Gulf Coast Refineries May Need Weeks to Recover
The impact of the recent cold blast across Texas’ oil and gas value chain figured prominently in energy news last week, and a review of the most popular articles among Rigzone’s downstream audience is no exception. Below are three of last week’s top downstream-related articles based on pageviews.
Some of the largest refineries in the U.S. call Texas home, and major refineries along the Texas Gulf Coast sustained burst pipes and other damage from the recent deep freeze, according to this Bloomberg article. Bringing operations back to normal levels at Texas facilities, along with refineries in Louisiana and Oklahoma, could require weeks. Fuel market-watchers told Bloomberg the extended outages could translate into higher pump prices for motorists.

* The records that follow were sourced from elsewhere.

"""Matching costs: IoU against hand-computed values and pycocotools, OKS against redact.vision.skeleton.oks."""

from __future__ import annotations

import numpy as np
import pytest

from redact.errors import InputError
from redact.vision.costs import COST_NAMES, box_areas, iou_matrix, make_cost
from redact.vision.skeleton import NUM_KEYPOINTS, oks


def _pose(cx: float, cy: float, scale: float = 40.0, conf: float = 0.9) -> np.ndarray:
    """A fixed, person-like layout of 17 keypoints around (cx, cy), [17,3]."""
    rel = np.array([[0, -1.0], [-.1, -1.05], [.1, -1.05], [-.2, -1], [.2, -1], [-.4, -.6], [.4, -.6],
                    [-.5, -.2], [.5, -.2], [-.55, .15], [.55, .15], [-.25, .2], [.25, .2],
                    [-.25, .6], [.25, .6], [-.25, 1.0], [.25, 1.0]])
    k = np.zeros((NUM_KEYPOINTS, 3))
    k[:, 0] = cx + rel[:, 0] * scale
    k[:, 1] = cy + rel[:, 1] * scale
    k[:, 2] = conf
    return k


def test_iou_hand_computed():
    # Hand-computed: intersection and union of axis-aligned rectangles (x1,y1,x2,y2).
    a = np.array([[0, 0, 10, 10]])
    b = np.array([
        [0, 0, 10, 10],    # identical: 100/100 = 1
        [5, 5, 15, 15],    # overlap 5x5 = 25; union 100+100-25 = 175 -> 1/7
        [2, 2, 4, 4],      # inside: 4/100
        [10, 0, 20, 10],   # touching edge: 0
        [20, 20, 30, 30],  # disjoint: 0
        [0, 5, 10, 25],    # overlap 10x5 = 50; union 100+200-50 = 250 -> 0.2
    ])
    got = iou_matrix(a, b)
    assert got.shape == (1, 6) and got.dtype == np.float64
    np.testing.assert_allclose(got[0], [1.0, 1 / 7, 0.04, 0.0, 0.0, 0.2], rtol=0, atol=1e-12)
    # Symmetric: IoU(b, a) is the transpose.
    np.testing.assert_allclose(iou_matrix(b, a), got.T)


def test_iou_zero_area_boxes_are_zero_not_nan():
    z = np.array([[5, 5, 5, 5]])
    assert iou_matrix(z, z)[0, 0] == 0.0
    assert box_areas(np.array([[4, 4, 2, 2]]))[0] == 0.0  # inverted box: area 0


def test_iou_matches_pycocotools():
    # Outside reference: pycocotools (COCO's evaluation code) computes box IoU from x,y,w,h boxes.
    from pycocotools import mask as mask_utils

    rng = np.random.default_rng(7)
    xy = rng.uniform(0, 200, (30, 2))
    wh = rng.uniform(1, 80, (30, 2))
    xyxy = np.hstack([xy, xy + wh])
    a, b = xyxy[:12], xyxy[12:]
    ref = mask_utils.iou(np.hstack([xy[:12], wh[:12]]).tolist(), np.hstack([xy[12:], wh[12:]]).tolist(),
                         [0] * 18)
    got = iou_matrix(a, b)
    assert (got > 0).sum() >= 5  # the random boxes do overlap somewhere, so the check has teeth
    np.testing.assert_allclose(got, ref, atol=1e-9)


@pytest.mark.parametrize("name", COST_NAMES)
@pytest.mark.parametrize("n,m", [(3, 4), (0, 2), (2, 0), (0, 0)])
def test_cost_shape_dtype_range(name, n, m):
    rng = np.random.default_rng(n * 10 + m)
    tb = np.hstack([rng.uniform(0, 100, (n, 2)), rng.uniform(100, 200, (n, 2))])
    db = np.hstack([rng.uniform(0, 100, (m, 2)), rng.uniform(100, 200, (m, 2))])
    tk = np.stack([_pose(*rng.uniform(50, 150, 2)) for _ in range(n)]) if n else np.zeros((0, 17, 3))
    dk = np.stack([_pose(*rng.uniform(50, 150, 2)) for _ in range(m)]) if m else np.zeros((0, 17, 3))
    c = make_cost(name)(tb, tk, db, dk)
    assert c.shape == (n, m) and c.dtype == np.float64
    assert np.isfinite(c).all() and (c >= 0).all() and (c <= 1).all()


def test_oks_cost_agrees_with_single_pair_oks():
    # redact.vision.skeleton.oks follows pycocotools' cocoeval formula; the matrix cost must agree with it.
    truth = _pose(100, 100)
    near = truth.copy()
    near[:, :2] += [3.0, -2.0]
    box = np.array([[60.0, 50.0, 140.0, 150.0]])
    c = make_cost("oks")(box, near[None], box, truth[None])
    expect = 1.0 - oks(near, truth, area=80.0 * 100.0)
    assert 0.0 < expect < 0.5
    assert c[0, 0] == pytest.approx(expect, abs=1e-12)
    assert make_cost("oks")(box, truth[None], box, truth[None])[0, 0] == pytest.approx(0.0, abs=1e-12)


def test_iou_plus_oks_is_weighted_mean_and_falls_back_to_iou_without_keypoints():
    t = _pose(100, 100)
    d = t.copy()
    d[:, :2] += 4.0
    tb = np.array([[60.0, 50.0, 140.0, 150.0]])
    db = tb + 10.0
    iou = iou_matrix(tb, db)[0, 0]
    sim = 1.0 - make_cost("oks")(tb, t[None], db, d[None])[0, 0]
    c = make_cost("iou+oks", iou_weight=1.0, oks_weight=3.0)(tb, t[None], db, d[None])[0, 0]
    assert c == pytest.approx(1.0 - (1.0 * iou + 3.0 * sim) / 4.0, abs=1e-12)
    # No confident keypoint in the detection: judged on the boxes alone.
    d_lo = d.copy()
    d_lo[:, 2] = 0.1
    c_lo = make_cost("iou+oks", min_conf=0.3)(tb, t[None], db, d_lo[None])[0, 0]
    assert c_lo == pytest.approx(1.0 - iou, abs=1e-12)


def test_unknown_cost_and_bad_weights_raise():
    with pytest.raises(InputError, match="unknown tracking cost"):
        make_cost("euclid")
    with pytest.raises(InputError):
        make_cost("iou+oks", iou_weight=0.0, oks_weight=0.0)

Occidental Petroleum Corp. (NYSE: OXY) reported last week that it only expects its Permian Basin crude oil output to take up about 60 percent of its committed pipeline capacity to the Gulf Coast. The unused capacity could translate into a 2021 midstream loss of three-quarters of a billion dollars. Although holding more pipeline capacity than needed is nothing new for Oxy, the crash in oil prices last year and the Arctic blast in Texas earlier this month prevented the company from producing as much Permian crude as it had anticipated.
Feb. 19 marked the end of an exceptional week for Texans in terms of frigid weather, prompting declines in oil and gas output, refined product processing, and power outages. Moreover, factors such as the prospect of more Iranian crude on the world market and questionable continued production restraint from OPEC+ contributed to an overall drag on oil prices, according to Rystad Energy.